[[ Given records, beginning ]]

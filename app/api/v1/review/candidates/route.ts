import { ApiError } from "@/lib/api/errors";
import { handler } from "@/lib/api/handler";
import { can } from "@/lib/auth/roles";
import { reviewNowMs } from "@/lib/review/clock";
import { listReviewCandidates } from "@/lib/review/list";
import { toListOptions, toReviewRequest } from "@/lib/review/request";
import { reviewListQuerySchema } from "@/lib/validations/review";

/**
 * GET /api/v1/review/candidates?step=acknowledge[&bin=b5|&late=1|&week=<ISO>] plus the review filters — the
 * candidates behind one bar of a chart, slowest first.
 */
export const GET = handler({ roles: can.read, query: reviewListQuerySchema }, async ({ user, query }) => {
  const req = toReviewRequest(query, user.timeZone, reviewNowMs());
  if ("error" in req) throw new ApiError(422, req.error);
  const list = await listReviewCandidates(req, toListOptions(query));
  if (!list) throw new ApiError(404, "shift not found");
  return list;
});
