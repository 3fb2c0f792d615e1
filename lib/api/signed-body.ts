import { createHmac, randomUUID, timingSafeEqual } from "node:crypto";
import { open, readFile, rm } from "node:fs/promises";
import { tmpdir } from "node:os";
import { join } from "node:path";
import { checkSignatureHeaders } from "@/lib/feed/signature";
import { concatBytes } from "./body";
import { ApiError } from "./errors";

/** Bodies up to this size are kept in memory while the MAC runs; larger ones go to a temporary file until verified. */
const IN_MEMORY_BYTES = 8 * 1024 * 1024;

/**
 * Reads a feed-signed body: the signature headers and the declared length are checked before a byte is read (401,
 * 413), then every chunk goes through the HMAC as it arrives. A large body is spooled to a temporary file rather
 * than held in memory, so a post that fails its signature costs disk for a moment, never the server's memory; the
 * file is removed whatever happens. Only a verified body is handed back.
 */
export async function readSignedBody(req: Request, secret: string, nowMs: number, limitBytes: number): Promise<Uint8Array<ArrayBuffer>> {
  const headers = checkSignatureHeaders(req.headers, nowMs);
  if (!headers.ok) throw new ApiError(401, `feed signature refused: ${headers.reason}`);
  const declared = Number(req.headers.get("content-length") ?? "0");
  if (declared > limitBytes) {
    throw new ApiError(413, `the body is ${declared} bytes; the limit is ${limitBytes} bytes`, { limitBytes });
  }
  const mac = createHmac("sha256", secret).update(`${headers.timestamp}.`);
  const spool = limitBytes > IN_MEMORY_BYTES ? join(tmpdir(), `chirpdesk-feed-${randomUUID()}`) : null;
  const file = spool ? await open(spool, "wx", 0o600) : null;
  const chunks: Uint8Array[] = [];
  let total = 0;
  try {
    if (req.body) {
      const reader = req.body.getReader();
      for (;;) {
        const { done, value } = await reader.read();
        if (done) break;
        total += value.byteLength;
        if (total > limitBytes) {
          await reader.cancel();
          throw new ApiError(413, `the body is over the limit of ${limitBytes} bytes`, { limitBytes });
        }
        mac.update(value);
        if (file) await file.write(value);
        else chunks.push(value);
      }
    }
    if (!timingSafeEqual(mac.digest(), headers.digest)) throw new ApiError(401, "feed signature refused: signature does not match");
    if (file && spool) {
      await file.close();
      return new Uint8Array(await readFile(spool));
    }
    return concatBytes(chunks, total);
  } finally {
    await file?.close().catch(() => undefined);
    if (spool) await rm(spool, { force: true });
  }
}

[[ Given records, end ]]

### What you have to do
Repeat exactly the lines of the data from the first one through the line with "filename lib/api/signed-body.ts", both of them included.

### Output for this task
filename app/api/v1/review/candidates/route.ts
import { ApiError } from "@/lib/api/errors";
import { handler } from "@/lib/api/handler";
import { can } from "@/lib/auth/roles";
import { reviewNowMs } from "@/lib/review/clock";
import { listReviewCandidates } from "@/lib/review/list";
import { toListOptions, toReviewRequest } from "@/lib/review/request";
import { reviewListQuerySchema } from "@/lib/validations/review";

/**
 * GET /api/v1/review/candidates?step=acknowledge[&bin=b5|&late=1|&week=<ISO>] plus the review filters — the
 * candidates behind one bar of a chart, slowest first.
 */
export const GET = handler({ roles: can.read, query: reviewListQuerySchema }, async ({ user, query }) => {
  const req = toReviewRequest(query, user.timeZone, reviewNowMs());
  if ("error" in req) throw new ApiError(422, req.error);
  const list = await listReviewCandidates(req, toListOptions(query));
  if (!list) throw new ApiError(404, "shift not found");
  return list;
});
repository 3fb2c0f792d615e1
filename lib/api/signed-body.ts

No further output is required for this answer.